The GM says: “The truck hits the caltrops. The front tires explode. The truck goes out of control and swerves left. It’s headed for a drop into the viaduct.”

Another player says: “I’ll have Hard Rock try to grab the rear axle as the truck’s about to go over…”

  1. DM describes.
  2. Players decide what to do and describe their actions.
  3. DM adjudicates their actions and describes the new situation.

This is roleplaying. Anything which enhances this cycle is good. Anything which detracts from it is bad.

You may accidentally obscure the issue. You may get caught up in great Internet wars (or arguments at the table) about the right dice, rules, classes, play styles, adventure design, and so forth. Just remember: all of that is secondary to the fundamental cycle of play. Get that right—practice until you get that right—and the other things almost don’t matter at all.

This is the core of roleplaying. It is not an optional part. Do it well or do it badly (preferably the former), you and your players must do it or the game’s gonna suck.

As a GM, you focus on describing the game world (not the mechanics, the situation and events in the game world), providing enough info that the players know what’s going on. Then let the players respond. If necessary, ask the players “What do you do?” to prod them along.

As a player, you focus on listening to the description, deciding how to respond (as quickly as possible), and communicating your character’s actions to the GM. Again, not the mechanics. What your character does in the game world. Description, not dice.

As a GM, you listen to the players describe their action, and adjudicate what happens as a result. Maybe you need to roll some dice, maybe the players do, but always remember that rolling dice is the option of last resort, only to be used when you have no other means of adjudicating their actions. Maybe the GM had players roll dice to adjudicate the situations above, maybe he didn’t. The important thing is he made a judgment, then described the new situation, and play continued.

There’s a lot of other complications that come after you get the cycle right—rules heavy or light, skill or class based, miniatures or no, etc.—but all of that, ALL OF THAT, is secondary to understanding, practicing, and implementing the Describe->Decide & Describe->Adjudicate & Describe game cycle.

This IS roleplaying. Nail this, and everything else will follow.

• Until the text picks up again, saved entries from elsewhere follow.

using AngleSharp.Dom;
using AngleSharp.Html.Dom;
using Credtrack.Core.Catalogue;

namespace Credtrack.Web.Tests.Features.Applications;

/// <summary>How a coordinator goes about the catalogue.</summary>
internal static class Cataloguing
{
    public const string Keep = "Keep the changes", Add = "Add it to the catalogue";

    public static async Task<Visitor> AsCoordinator(this World world) => await world.As(await world.Another($"Cora {Guid.NewGuid():N}", MembershipKind.Coordinator));

    public static async Task<Visitor> Edits(this World world, string code) => await (await world.AsCoordinator()).Opens($"/applications/{world.Site.Applications[code].Id}/edit");

    public static Task<Application> Listed(this RunningSite site, string code) => site.Ask(db => db.Applications.AsNoTracking().SingleAsync(a => a.Code == code));

    /// <summary>Changed or retired by somebody else, at once.</summary>
    public static async Task<int> Behind(this World world, string code, Action<Application, Person> act)
    {
        var somebody = await world.Another($"Cem {Guid.NewGuid():N}", MembershipKind.Coordinator);
        return await world.Site.Ask(async db =>
        {
            act(await db.Applications.SingleAsync(a => a.Code == code), somebody);
            return await db.SaveChangesAsync();
        });
    }

    public static ApplicationEntry EntryOf(Application of) => new(
        of.Name, of.Transducer, of.DepthFromMm, of.DepthToMm, of.FrequencyFromKhz, of.FrequencyToKhz, of.Note, of.Views, of.Questions, of.Subtypes);

    /// <summary>A button that no page offers: an empty form with this person's token, sent to an address.</summary>
    public static async Task<Visitor> Posts(this Visitor visitor, string url)
    {
        await visitor.Opens("/applications");
        var form = visitor.Page.QuerySelector<IHtmlFormElement>("form[action='/sign-out']")!;
        form.SetAttribute("action", url);
        return await visitor.Presses(form.QuerySelector<IHtmlButtonElement>("button")!);
    }

    public static Visitor FillsDiaphragm(this Visitor coordinator, string code) => coordinator
        .Fills("Code", code).Fills("Name", $"Diaphragm {code}").Fills("Usual transducer", "linear")
        .Fills("Depth from cm", "2").Fills("Depth to cm", "8,5").Fills("Frequency from MHz", "5").Fills("Frequency to MHz", "12.5")
        .Fills("View 1", "Zone of apposition").Fills("Question 1", "Thickening normal?").Fills("Positive answer 1", "No");
}
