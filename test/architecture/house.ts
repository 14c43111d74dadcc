import { beforeInstallBreaches } from './before-install.ts';
import { cycleBreaches } from './cycles.ts';
import { doorBreaches } from './doors.ts';
import { layerBreaches } from './layers.ts';
import { numericsBreaches } from './numerics.ts';
import type { Breach, SourceSet } from './source-set.ts';
import { topLevelBreaches } from './top-level.ts';

/** Everything in which these files break the rules of the house. */
export function breachesOf(files: SourceSet): Breach[] {
  return [
    ...layerBreaches(files),
    ...doorBreaches(files),
    ...cycleBreaches(files),
    ...topLevelBreaches(files),
    ...numericsBreaches(files),
    ...beforeInstallBreaches(files),
  ];
}

/** As a person reads it. */
export const sentence = ({ rule, file, line, message }: Breach): string =>
  `${file}${line ? `:${line}` : ''} [${rule}] ${message}`;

Jasyn Jones, better known as Daddy Warpig, is a host on the Geek Gab podcast, a regular on the Superversive SF livestreams, and blogs at Daddy Warpig’s House of Geekery. Check him out on Twitter.

4 Comments
  • 'setting says:

    This is correct. I’m GMed Champions, Mage the Ascenion, Vampire the Masquerade, Marvel Supers (the original), AD&D, D&D 3.0, and Multiverser: the Game.

  • Adam Simpson says:

    Tell ’em, Daddy Warpig!

  • Sam Hart says:

    Nicely put. That’s a great clarifier for those of us who don’t get enough table time to hash it out trial-and-error.